# Netzteil nur welches?



## FunkJoker (24. Oktober 2003)

Hey Leute,

also ich will mir ein neues Netzteil kaufen nur ich hab überhaupt keine Ahnung worauf ich dabei drauf achten sollte. Also was ist wichtig und zu beachten?

Ich habe nur eine große Bitte und zwar es sollte schwarz sein und in der Preisklasse ..von bis 90€. Also bis 90€ würde ich noch alles mit machen. Wenn es 2 € mehr sind ist es auch kein Problem, doch das ist so ungefäres Limit.

Würde mich über jede Antwort sehr freuen.

Danke schonmal im Vorraus.

MfG

FunkJoker

ps: Ich habe hier 2 Netzteile was haltet ihr davon?

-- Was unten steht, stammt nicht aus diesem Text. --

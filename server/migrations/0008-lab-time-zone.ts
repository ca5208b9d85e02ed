import { dropColumns } from './lib'
import { DataTypes, type QueryInterface } from 'sequelize'

/**
 * The laboratory's time zone belongs to the laboratory: one "today" for past-due flags, reminders
 * and form defaults. Moved from the mail settings (whose column stays, unused) to the lab settings.
 */
export async function up({ context: qi }: { context: QueryInterface }): Promise<void> {
  await qi.addColumn('lab_settings', 'timeZone', { type: DataTypes.STRING(64), allowNull: false, defaultValue: 'Europe/London' })
  const [rows] = await qi.sequelize.query('SELECT "timeZone" FROM mail_settings ORDER BY id LIMIT 1')
  const tz = (rows as { timeZone?: string }[])[0]?.timeZone
  if (tz) await qi.sequelize.query('UPDATE lab_settings SET "timeZone" = :tz', { replacements: { tz } })
}

export async function down({ context: qi }: { context: QueryInterface }): Promise<void> {
  await dropColumns(qi, 'lab_settings', ['timeZone'])
}
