import { idParamSchema } from '../../../../shared/schemas/common'
import { userUpdateSchema } from '../../../../shared/schemas/user'
import { Organization } from '../../../models/Organization'
import { User } from '../../../models/User'
import { notFound, requireRole } from '../../../utils/access'
import { recordAudit, snapshot } from '../../../utils/audit'
import { revokeUserSessions } from '../../../utils/sessions'
import { assertActiveOrganization } from '../../../utils/organizations'
import { userDTO } from '../../../utils/present'
import { assertVersion, inTransaction } from '../../../utils/transaction'
import { parseWith } from '../../../utils/validation'

/** Edit name, role and organization. */
export default defineEventHandler(async (event) => {
  const admin = await requireRole(event, 'admin')
  const { id } = await getValidatedRouterParams(event, parseWith(idParamSchema))
  const input = await readValidatedBody(event, parseWith(userUpdateSchema))
  await inTransaction(async (t) => {
    const user = await User.findByPk(id, { transaction: t })
    if (!user) notFound('user')
    assertVersion(user.version, input.version)
    const role = input.role ?? user.role
    const organizationId = input.organizationId !== undefined ? input.organizationId : user.organizationId
    if (role === 'customer' && !organizationId) {
      throw createError({ statusCode: 400, statusMessage: 'Validation Error', message: 'Invalid input: organizationId: A customer user belongs to an organization', data: { fields: { organizationId: 'A customer user belongs to an organization' } } })
    }
    if (user.id === admin.id && role !== 'admin') {
      throw createError({ statusCode: 400, statusMessage: 'Validation Error', message: 'Invalid input: role: You cannot remove your own administrator role', data: { fields: { role: 'You cannot remove your own administrator role' } } })
    }
    if (organizationId && organizationId !== user.organizationId) await assertActiveOrganization(organizationId, t)
    const before = snapshot(user)
    user.set({ name: input.name ?? user.name, role, organizationId: role === 'customer' ? organizationId : null })
    await user.save({ transaction: t })
    // A new role or organization changes what the user may see: their open sessions end.
    const ended = before.role !== user.role || before.organizationId !== user.organizationId ? await revokeUserSessions(t, user.id, 'access-changed') : 0
    await recordAudit(t, { userId: admin.id, action: 'update', entity: 'User', entityId: user.id, before, after: { ...snapshot(user), ...(ended ? { sessionsEnded: ended } : {}) } })
  })
  const user = await User.findByPk(id, { include: [{ model: Organization, as: 'organization' }] })
  return userDTO(user!)
})
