/** Sampler with Box–Muller state, one per chunk. */
class Sampler {
  readonly rng = new Xoshiro128(0)
  private spare = 0
  private hasSpare = false

  reset(seed: number, block: number): void {
    this.rng.reseed(seed, block)
    this.hasSpare = false
  }

  normal(): number {
    if (this.hasSpare) {
      this.hasSpare = false
      return this.spare
    }
    const r = Math.sqrt(-2 * Math.log(this.rng.nextDouble()))
    const th = 2 * Math.PI * this.rng.nextDouble()
    this.spare = r * Math.sin(th)
    this.hasSpare = true
    return r * Math.cos(th)
  }

  studentT(nu: number): number {
    // Bailey's polar method: exact for any ν > 0
    for (;;) {
      const u = 2 * this.rng.nextDouble() - 1
      const v = 2 * this.rng.nextDouble() - 1
      const w = u * u + v * v
      if (w > 0 && w < 1) return u * Math.sqrt((nu * (w ** (-2 / nu) - 1)) / w)
    }
  }

  fill(c: CompiledInputs, x: Float64Array): void {
    const n = x.length
    for (let i = 0; i < n; i++) {
      const mu = c.centre[i]!
      const a = c.width[i]!
      switch (c.kind[i]) {
        case K_NORMAL:
          x[i] = mu + a * this.normal()
          break
        case K_RECT:
          x[i] = mu + a * (2 * this.rng.nextDouble() - 1)
          break
        case K_TRI: {
          const r = this.rng.nextDouble()
          x[i] = r < 0.5 ? mu - a + a * Math.sqrt(2 * r) : mu + a - a * Math.sqrt(2 * (1 - r))
          break
        }
        case K_U:
          x[i] = mu + a * Math.sin(2 * Math.PI * this.rng.nextDouble())
          break
        case K_T:
          x[i] = mu + a * this.studentT(c.dof[i]!)
          break
        default:
          x[i] = mu
      }
    }
  }
}

/** A measurement model y = f(x), x in the order of the inputs. */
export type MonteCarloModel = (x: Float64Array) => number

function checkSeed(seed: unknown): number {
  if (typeof seed !== 'number' || !Number.isInteger(seed) || seed < 0 || seed > 0xffffffff) {
    throw new EngineInputError('seed', `must be an integer from 0 to 4294967295, got ${String(seed)}`)
  }
  return seed
}

/**
 * Runs trials [start, end) of a Monte Carlo propagation and returns the model values in trial order.
 * Chunks with the same seed concatenate to exactly the values of one run over [0, M): this is the
 * unit of work for a worker thread.
 * @param model - y = f(x), x a Float64Array in input order (reused between trials: do not keep it)
 * @param inputs - input distributions
 * @param seed - integer 0 … 2³² − 1
 * @param start - first trial index (integer ≥ 0)
 * @param end - one past the last trial index (> start)
 * @returns model values, length end − start, output unit
 * @throws EngineInputError (`inputs…`, `seed`, `start`, `end`)
 * @example runMonteCarloChunk(x => x[0] + x[1], inputs, 1, 0, 1000).length === 1000
 */
export function runMonteCarloChunk(
  model: MonteCarloModel,
  inputs: readonly MonteCarloInput[] | CompiledInputs,
  seed: number,
  start: number,
  end: number,
): Float64Array {
  const c = 'kind' in inputs && inputs.kind instanceof Int32Array ? (inputs as CompiledInputs) : compileInputs(inputs as readonly MonteCarloInput[])
  checkSeed(seed)
  if (!Number.isInteger(start) || start < 0) throw new EngineInputError('start', `must be an integer ≥ 0, got ${String(start)}`)
  if (!Number.isInteger(end) || end <= start) throw new EngineInputError('end', `must be an integer above start (${start}), got ${String(end)}`)
  const out = new Float64Array(end - start)
  const x = new Float64Array(c.kind.length)
  const sampler = new Sampler()
  let block = Math.floor(start / MC_BLOCK_SIZE)
  let i = block * MC_BLOCK_SIZE
  sampler.reset(seed, block)
  for (; i < start; i++) sampler.fill(c, x) // re-draw the skipped head of the first block
  for (; i < end; i++) {
    const b = Math.floor(i / MC_BLOCK_SIZE)
    if (b !== block) {
      block = b
      sampler.reset(seed, block)
    }
    sampler.fill(c, x)
    out[i - start] = model(x)
  }
  return out
}

/** Summary of Monte Carlo output (JCGM 101 7.6, 7.7). */
export interface MonteCarloSummary {
  /** Number of trials M. */
  trials: number
  /** Estimate y (mean of the model values), output unit. */
  mean: number
  /** Standard uncertainty u(y) (standard deviation, divisor M − 1), output unit. */
  standardUncertainty: number
  /** Coverage probability p. */
  coverageProbability: number
  /** Probabilistically symmetric coverage interval [y_low, y_high], output unit (JCGM 101 7.7.1). */
  coverageInterval: { low: number; high: number }
  /** Shortest coverage interval, output unit (JCGM 101 7.7.2). */
  shortestCoverageInterval: { low: number; high: number }
}

/**
 * Summarises model values: mean, standard deviation, coverage intervals. Indices follow JCGM 101 7.7
 * (as recalled from memory): q = pM if pM is an integer, else ⌊pM + ½⌋; symmetric interval
 * [y₍ᵣ₎, y₍ᵣ₊q₎] (1-based order statistics) with r = (M − q)/2 if that is an integer, else
 * ⌊(M − q + 1)/2⌋; shortest interval: the r minimising y₍ᵣ₊q₎ − y₍ᵣ₎.
 * @param values - model values (not modified; a sorted copy is made), output unit
 * @param coverageProbability - p in (0, 1) (default 0.95)
 * @returns summary, output unit
 * @throws EngineInputError (`values` with a NaN/∞ or fewer than 2 values, `coverageProbability`)
 * @example summarizeMonteCarlo(values, 0.95).coverageInterval
 */
export function summarizeMonteCarlo(values: Float64Array | readonly number[], coverageProbability = 0.95): MonteCarloSummary {
  if (typeof coverageProbability !== 'number' || !(coverageProbability > 0 && coverageProbability < 1)) {
    throw new EngineInputError('coverageProbability', `must be strictly between 0 and 1, got ${String(coverageProbability)}`)
  }
  const M = values.length
  if (M < 2) throw new EngineInputError('trials', 'needs at least two trials')
  const sorted = Float64Array.from(values)
  let sum = 0
  let bad = 0
  for (let i = 0; i < M; i++) {
    const v = sorted[i]!
    if (!Number.isFinite(v)) bad++
    else sum += v
  }
  if (bad > 0) {
    throw new EngineInputError('inputs', `${bad} of ${M} trials gave no finite model value: narrow the input distributions to where the model is defined`)
  }
  const mean = sum / M
  let ss = 0
  let comp = 0 // compensated correction Σ(x − mean)
  for (let i = 0; i < M; i++) {
    const d = sorted[i]! - mean
    ss += d * d
    comp += d
  }
  const variance = (ss - (comp * comp) / M) / (M - 1)
  sorted.sort()
  const pM = coverageProbability * M
  const q = Math.min(M - 1, Number.isInteger(pM) ? pM : Math.floor(pM + 0.5))
  const r = (M - q) % 2 === 0 ? (M - q) / 2 : Math.floor((M - q + 1) / 2)
  const lowIdx = Math.max(1, r) - 1
  const highIdx = Math.min(M, Math.max(1, r) + q) - 1
  let best = 0
  let bestWidth = Number.POSITIVE_INFINITY
  for (let j = 0; j + q < M; j++) {
    const w = sorted[j + q]! - sorted[j]!
    if (w < bestWidth) {
      bestWidth = w
      best = j
    }
  }
  return {
    trials: M,
    mean,
    standardUncertainty: Math.sqrt(Math.max(variance, 0)),
    coverageProbability,
    coverageInterval: { low: sorted[lowIdx]!, high: sorted[highIdx]! },
    shortestCoverageInterval: { low: sorted[best]!, high: sorted[best + q]! },
  }
}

1:  http://www.bbt-shop.de/index.php?modul=detail&artnr=3019480&kat=2000000

2.  http://www.bbt-shop.de/index.php?modul=detail&artnr=3014450&kat=2000000

und was noch zu beachten sein sollte ist das, dass Netzteil über 420 Watt hat.


----------



## Neyman (24. Oktober 2003)

Hi!

Ich kann dir ein saumäßig gutes NT empfehlen:
das "be quiet! Blackline BQT P4 420W".

Es ist nicht nur schwarz und hat 420W, sondern ist auch von der verarbeitung/qualität her top.
hier ein test:
click! 

Hier findest du die günstigsten händler im net:
click! 

ein besseres netzteil (mit 420w und in schwarz) kann man zur zeit wohl kaum bekommen.

neyman


----------



## blubber (24. Oktober 2003)

Hi,

die Frage ist, ob er überhaupt 420 Watt braucht.
Also, poste erst mal dein System......

bye


----------



## Neyman (24. Oktober 2003)

da hast du natürlich auch recht.
ich z. b. habe einen p4 (@2900MHz) zwei 7200er festplatten, zwei laufwerke und ein geforce karte drin (die braucht einen zusätzlichen anschluss).
das alles läuft mit meinem 350W enermax nt ganz reibungslos.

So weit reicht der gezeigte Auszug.